Loading 32 bit values to a register in arm assembly

wageesha picture wageesha · Aug 1, 2016 · Viewed 17.3k times · Source

I want to load 1 32 bit hexadecimal directly into a register using arm assembly.

mov r1,#0x6c617669

This cannot be used because from this instruction we can only load 8 bit values. So I have load the 32 bit value directly from the memory. So how can I store the 32 bit value in memory and load it directly to a register using arm assembly?

I tried this code.

    .global main
main:
    sub sp,sp,#4
    str lr,[sp,#0]

    sub sp,sp,#4
    str r0,x
    add sp,sp,#4

    ldr lr,[sp,#0]
    add sp,sp,#4
    mov pc,lr

    .data
x: .word 0x6c617669

But gives the following error.

test1.s: Assembler messages: 
test1.s:45: Error: internal_relocation (type: OFFSET_IMM) not fixed up

Answer

old_timer picture old_timer · Aug 1, 2016

You have two basic choices.

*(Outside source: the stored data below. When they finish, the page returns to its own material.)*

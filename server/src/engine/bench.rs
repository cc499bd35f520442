//! Building a bench's instruments from the configuration.
//!
//! A bench is a source and an analyzer (and optionally a power sensor) behind the instrument
//! traits; which implementation sits
//! behind each (a generic SCPI driver with its command profile, or the in-process simulated
//! bench) is decided here and nowhere else, so the engine never knows.

use crate::config::{BenchConfig, Config, InstrumentConfig};
use halfwave_drivers::generic::{connect_analyzer, connect_sensor, connect_source};
use halfwave_drivers::sim::{Scenario, SimBench};
use halfwave_drivers::{PowerSensor, RfSource, SpectrumAnalyzer};

use super::EngineError;

/// The two instruments of one bench, and the simulated bench behind them if there is one.
pub struct BenchInstruments {
    pub source: Box<dyn RfSource>,
    pub analyzer: Box<dyn SpectrumAnalyzer>,
    /// The power sensor for chain calibrations, when the bench has one.
    pub sensor: Option<Box<dyn PowerSensor>>,
    /// The simulation, when either instrument is simulated (tests read its truth from it).
    pub simulation: Option<SimBench>,
}

impl BenchInstruments {
    /// Both instruments from one simulated bench.
    pub fn simulated(sim: SimBench) -> BenchInstruments {
        BenchInstruments {
            source: Box::new(sim.rf_source()),
            analyzer: Box::new(sim.analyzer()),
            sensor: Some(Box::new(sim.power_sensor())),
            simulation: Some(sim),
        }
    }
}

/// The start-up interlock for one source: switches its output off and confirms it
/// ([`super::safety::switch_off_source`], the stop paths' budget). A failure is logged and
/// returned: the engine then flags the bench and keeps trying (`rf_safety`).
pub async fn switch_off_at_start(bench: &str, source: &mut dyn RfSource) -> Result<(), String> {
    super::safety::switch_off_source(source).await.map_err(|e| {
        tracing::error!(bench, error = %e, "could not switch the RF output off at start-up; the bench is held and the daemon keeps trying");
        e.to_string()
    })
}

/// A set-up failure of this bench, named.
pub fn setup_error(bench: &BenchConfig, message: String) -> EngineError {
    EngineError::Setup(format!("bench {}: {message}", bench.name))
}

/// The simulated bench behind a bench's simulated instruments, if it has one; the error is the
/// scenario problem (see [`setup_error`] to name the bench).
pub fn simulation(config: &Config, bench: &BenchConfig) -> Result<Option<SimBench>, String> {
    let Some(sim) = &bench.simulation else {
        return Ok(None);
    };
    let scenario = match &sim.scenario {
        Some(path) => Scenario::from_file(&config.resolve(path))
            .map_err(|e| format!("simulation scenario: {e}"))?,
        None => Scenario::builtin().map_err(|e| format!("built-in simulation scenario: {e}"))?,
    };
    Ok(Some(
        SimBench::new(scenario, sim.seed).with_time_factor(sim.time_factor),
    ))
}

/// Connects (or simulates) a bench's RF source.
pub async fn connect_bench_source(
    config: &Config,
    bench: &BenchConfig,
    simulation: Option<&SimBench>,
) -> Result<Box<dyn RfSource>, EngineError> {
    match &bench.source {
        InstrumentConfig::Simulated => match simulation {
            Some(sim) => Ok(Box::new(sim.rf_source())),
            None => Err(setup_error(
                bench,
                "the source is simulated but there is no [bench.simulation]".into(),
            )),
        },
        InstrumentConfig::Scpi { resource, profile } => {
            let profile = profile.as_ref().map(|p| config.resolve(p));
            connect_source(resource, profile.as_deref())
                .await
                .map_err(|source| EngineError::Instrument {
                    bench: bench.name.clone(),
                    source,
                })
        }
    }
}

/// Connects (or simulates) a bench's analyzer.
pub async fn connect_bench_analyzer(
    config: &Config,
    bench: &BenchConfig,
    simulation: Option<&SimBench>,
) -> Result<Box<dyn SpectrumAnalyzer>, EngineError> {
    match &bench.analyzer {
        InstrumentConfig::Simulated => match simulation {
            Some(sim) => Ok(Box::new(sim.analyzer())),
            None => Err(setup_error(
                bench,
                "the analyzer is simulated but there is no [bench.simulation]".into(),
            )),
        },
        InstrumentConfig::Scpi { resource, profile } => {
            let profile = profile.as_ref().map(|p| config.resolve(p));
            connect_analyzer(resource, profile.as_deref())
                .await
                .map_err(|source| EngineError::Instrument {
                    bench: bench.name.clone(),
                    source,
                })
        }
    }
}

/// Connects (or simulates) a bench's power sensor, when it has one.
pub async fn connect_bench_sensor(
    config: &Config,
    bench: &BenchConfig,
    simulation: Option<&SimBench>,
) -> Result<Option<Box<dyn PowerSensor>>, EngineError> {
    match &bench.sensor {
        None => Ok(None),
        Some(InstrumentConfig::Simulated) => match simulation {
            Some(sim) => Ok(Some(Box::new(sim.power_sensor()))),
            None => Err(setup_error(
                bench,
                "the sensor is simulated but there is no [bench.simulation]".into(),
            )),
        },
        Some(InstrumentConfig::Scpi { resource, profile }) => {
            let profile = profile.as_ref().map(|p| config.resolve(p));
            connect_sensor(resource, profile.as_deref())
                .await
                .map(Some)
                .map_err(|source| EngineError::Instrument {
                    bench: bench.name.clone(),
                    source,
                })
        }
    }
}

/// Connects (or simulates) the instruments of one configured bench; nothing is switched.
pub async fn build(config: &Config, bench: &BenchConfig) -> Result<BenchInstruments, EngineError> {
    let simulation = simulation(config, bench).map_err(|m| setup_error(bench, m))?;
    let source = connect_bench_source(config, bench, simulation.as_ref()).await?;
    let analyzer = connect_bench_analyzer(config, bench, simulation.as_ref()).await?;
    let sensor = connect_bench_sensor(config, bench, simulation.as_ref()).await?;
    Ok(BenchInstruments {
        source,
        analyzer,
        sensor,
        simulation,
    })
}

You can load it or build up the register 8 non-zero bits at a time

mov r0,#0x12000000             @ construct from 8-bit rotated immediates
orr r0,r0,#0x00340000
orr r0,r0,#0x00005600
orr r0,r0,#0x00000078
...

ldr r1,=0x12345678             @ let the assembler figure out how
...

ldr r3,myconst                 @ explicitly load from a nearby constant
...
myconst: .word 0x12345678

The latter two are the same, the equals trick simply asks the assembler to place the value within reach and do a pc relative load.